Weighted classical multidimensional scaling, also known as weighted principal coordinates analysis.

wcmdscale(d, k, eig = FALSE, add = FALSE, x.ret = FALSE, w)
# S3 method for wcmdscale
plot(x, choices = c(1, 2), type = "t", ...)
# S3 method for wcmdscale
scores(x, choices = NA, ...)

Arguments

d

a distance structure such as that returned by dist or a full symmetric matrix containing the dissimilarities.

k

the dimension of the space which the data are to be represented in; must be in \(\{1,2,\ldots,n-1\}\). If missing, all dimensions with above zero eigenvalue.

eig

indicates whether eigenvalues should be returned.

add

an additive constant \(c\) is added to the non-diagonal dissimilarities such that all \(n-1\) eigenvalues are non-negative. Alternatives are "lingoes" (default, also used with TRUE) and "cailliez" (which is the only alternative in cmdscale).
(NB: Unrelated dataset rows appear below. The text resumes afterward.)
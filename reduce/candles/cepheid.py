"""Distance of a classical Cepheid from its period and mean magnitudes (Leavitt & Pickering 1912)."""

from __future__ import annotations

import math

from reduce.candles import pulsator
from reduce.candles.budget import total_error
from reduce.candles.population import FIRST_OVERTONE, FUNDAMENTAL
from reduce.candles.pulsator import Distance, Kind, Star
from reduce.candles.reddening import RELATIVE_MAP_ERROR, milky_way_extinction
from reduce.candles.relations import Calibration, Relation, calibration_for, wesenheit
from reduce.records import ApparentModulus, BudgetLine, Caution, Estimate, LightCurve, Target

KIND = Kind("cepheid", (FUNDAMENTAL, FIRST_OVERTONE), 0.8, 110.0)
LONGEST_D = 100.0
"""Longer periods leave the straight relation."""
R_ERROR = 0.1
"""Of R = A_I / E(V-I) = 1.55 among sight lines (common practice)."""
UNKNOWN_METAL_ERR = 0.3
"""dex, of a star of unknown metallicity (common practice)."""
DEFAULT_METAL_ERR = 0.1
HOST_DUST_EBV = 0.1
"""E(B-V) that a single band cannot see (common practice)."""


def fit(curve: LightCurve, target: Target) -> Estimate:
    """Period, mean magnitudes, apparent moduli in every band, and μ from the reddening-free index of V and I.

    Without V and I, μ comes from the reddest band that has a relation, and says what dust may hide.
    """
    return pulsator.estimate(curve, target, KIND, distance)


def distance(star: Star) -> Distance:
    """The moduli of a star whose period and mean magnitudes are known."""
    moduli = _apparent_moduli(star)
    if {"V", "I"} <= set(star.means):
        return _by_index(star, moduli)
    return _by_one_band(star, moduli)


def _relation(calibration: Calibration | None, band: str, mode: str) -> Relation | None:
    if calibration is None:
        return None
    return (calibration.overtone if mode == FIRST_OVERTONE.name else calibration.bands).get(band)


def _metal(star: Star, calibration: Calibration) -> tuple[float, float, float]:
    """γ ([O/H] - [O/H] of the calibration), its error from the star's metallicity, its error from γ."""
    known = star.target.metallicity_dex
    if known is None:
        return 0.0, abs(calibration.gamma) * UNKNOWN_METAL_ERR, 0.0
    err = DEFAULT_METAL_ERR if star.target.metallicity_err is None else star.target.metallicity_err
    away = known - calibration.metal_at
    return (
        calibration.gamma * away,
        abs(calibration.gamma) * math.hypot(err, calibration.metal_at_err),
        calibration.gamma_err * abs(away),
    )


def _apparent_moduli(star: Star) -> list[ApparentModulus]:
    found = []
    for band, mean in star.means.items():
        calibration = calibration_for("cepheid", band, star.target.relation)
        relation = _relation(calibration, band, star.mode)
        if calibration is None or relation is None:
            continue
        mu = mean.mag - relation.absolute_mag(math.log10(star.period_d), 0.0)
        err = math.hypot(pulsator.apparent_error(mean), math.hypot(relation.scatter, calibration.zero_err))
        found.append(ApparentModulus(band, mu, err, calibration.name, "apparent, dust not taken off"))
    return found


def _limits(star: Star, calibration: Calibration) -> list[Caution]:
    found = []
    if not calibration.shortest_d <= star.period_d <= LONGEST_D and star.mode == FUNDAMENTAL.name:
        found.append(
            Caution(
                "period_outside",
                f"{star.period_d:.3g} d is outside {calibration.shortest_d:g} to {LONGEST_D:g} d, {calibration.name}.",
            )
        )
    if star.target.metallicity_dex is None:
        at = f"{calibration.metal_at:+.2f}"
        found.append(Caution("metallicity_unknown", f"taken as that of the calibration, [O/H] = {at}."))
    wanted = star.target.relation
    if wanted is not None and wanted != calibration.name:
        found.append(Caution("relation_not_used", f"{wanted} does not serve here; {calibration.name} is used."))
    return found


def _by_index(star: Star, moduli: list[ApparentModulus]) -> Distance:
    calibration = calibration_for("cepheid", "W", star.target.relation)
    relation = _relation(calibration, "W", star.mode)
    if calibration is not None and relation is None:
        calibration = calibration_for("cepheid", "W", None)
        relation = _relation(calibration, "W", star.mode)
    if calibration is None or relation is None or relation.r is None:
        return Distance(None, f"cannot tell: no relation for a {star.mode} Cepheid.", moduli=tuple(moduli))
    v, i, r = star.means["V"], star.means["I"], relation.r
    log_p = math.log10(star.period_d)
    correction, metal_err, gamma_err = _metal(star, calibration)
    mu = wesenheit(v.mag, i.mag, r) - relation.absolute_mag(log_p, 0.0) - correction
    excess = _colour_excess(star, v.mag - i.mag)
    dlog = star.period_err_d / star.period_d / math.log(10.0)
    budget = (
        BudgetLine("mean magnitudes", math.hypot(r * v.err, (1 + r) * i.err), f"{v.n} V and {i.n} I points"),
        BudgetLine("band zero points", math.hypot(r * v.err_band, (1 + r) * i.err_band), "shared by all nights"),
        BudgetLine("period", abs(relation.slope) * dlog, f"{star.period_d:.6g} ± {star.period_err_d:.2g} d"),
        BudgetLine("metallicity", metal_err, _metal_note(star, calibration, correction)),
        BudgetLine(
            "metallicity term", gamma_err, f"γ = {calibration.gamma:+.2f} ± {calibration.gamma_err:.2f} mag/dex"
        ),
        BudgetLine("reddening law", R_ERROR * abs(excess), f"R = {r:.2f} ± {R_ERROR:.1f}, E(V−I) {excess:+.2f}"),
        BudgetLine("calibration", calibration.zero_err, calibration.anchor),
        BudgetLine("single star", relation.scatter, "width of the relation"),
    )
    whole = total_error(budget)
    moduli = [*moduli, ApparentModulus("W", mu, whole, calibration.name, f"free of dust, R = {r:.2f}")]
    warnings = tuple(_limits(star, calibration))
    scale = f"{calibration.name}: {calibration.anchor}"
    return Distance(mu, "μ stands", scale, calibration.name, calibration.provenance, tuple(moduli), budget, warnings)


def _metal_note(star: Star, calibration: Calibration, correction: float) -> str:
    if star.target.metallicity_dex is None:
        return f"unknown, ±{UNKNOWN_METAL_ERR} dex allowed, not corrected"
    return f"[O/H] {star.target.metallicity_dex:+.2f}, calibration {calibration.metal_at:+.2f}: {-correction:+.3f} mag"


def _colour_excess(star: Star, colour: float) -> float:
    """E(V-I) from the two relations of the default calibration."""
    calibration = calibration_for("cepheid", "V", None)
    if calibration is None:
        return 0.0
    log_p = math.log10(star.period_d)
    return colour - (calibration.bands["V"].absolute_mag(log_p, 0.0) - calibration.bands["I"].absolute_mag(log_p, 0.0))


def _by_one_band(star: Star, moduli: list[ApparentModulus]) -> Distance:
    usable = [each for band in ("I", "R", "V", "B") for each in moduli if each.band == band]
    if not usable:
        bands = ", ".join(star.means) or "no band"
        return Distance(None, f"cannot tell: no relation for a {star.mode} Cepheid in {bands}; V and I are wanted.")
    band = usable[0].band
    calibration = calibration_for("cepheid", band, star.target.relation)
    relation = _relation(calibration, band, star.mode)
    assert calibration is not None  # _apparent_moduli found both
    assert relation is not None
    mean = star.means[band]
    correction, metal_err, gamma_err = _metal(star, calibration)
    milky_way = pulsator.dust(star.target, band) or 0.0
    hidden = milky_way_extinction(band, HOST_DUST_EBV, "SF11")
    dlog = star.period_err_d / star.period_d / math.log(10.0)
    budget = (
        BudgetLine("mean magnitudes", mean.err, f"{mean.n} {band} points"),
        BudgetLine("band zero points", mean.err_band, "shared by all nights"),
        BudgetLine("period", abs(relation.slope) * dlog, f"{star.period_d:.6g} ± {star.period_err_d:.2g} d"),
        BudgetLine("metallicity", metal_err, _metal_note(star, calibration, correction)),
        BudgetLine(
            "metallicity term", gamma_err, f"γ = {calibration.gamma:+.2f} ± {calibration.gamma_err:.2f} mag/dex"
        ),
        BudgetLine("Milky Way dust", RELATIVE_MAP_ERROR * milky_way, f"A_{band} {milky_way:.2f}"),
        BudgetLine("dust of the host", hidden, f"one band cannot see it; E(B−V) of {HOST_DUST_EBV} allowed"),
        BudgetLine("calibration", calibration.zero_err, calibration.anchor),
        BudgetLine("single star", relation.scatter, "width of the instability strip"),
    )
    warnings = _limits(star, calibration)
    warnings.append(Caution("no_V_and_I", f"μ comes from {band} alone: dust in the host makes it too large."))
    if star.target.ebv_mw is None:
        warnings.append(Caution("reddening_unknown", "the Milky Way's E(B−V) is unknown and not corrected."))
    mu = usable[0].mag - milky_way - correction
    scale = f"{calibration.name}: {calibration.anchor}"
    return Distance(
        mu, "μ stands", scale, calibration.name, calibration.provenance, tuple(moduli), budget, tuple(warnings)
    )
See Legendre & Anderson (1999).

x.ret

indicates whether the doubly centred symmetric distance matrix should be returned.

w

Weights of points.

x

The wcmdscale result object when the function was called with options eig = TRUE or x.ret = TRUE (See Details).

choices

Axes to be returned; NA returns all real axes.

type

Type of graph which may be "t"ext, "p"oints or "n"one.

...

Other arguments passed to graphical functions.

Details

Function wcmdscale is based on function cmdscale (package stats of base R), but it uses point weights. Points with high weights will have a stronger influence on the result than those with low weights. Setting equal weights w = 1 will give ordinary multidimensional scaling.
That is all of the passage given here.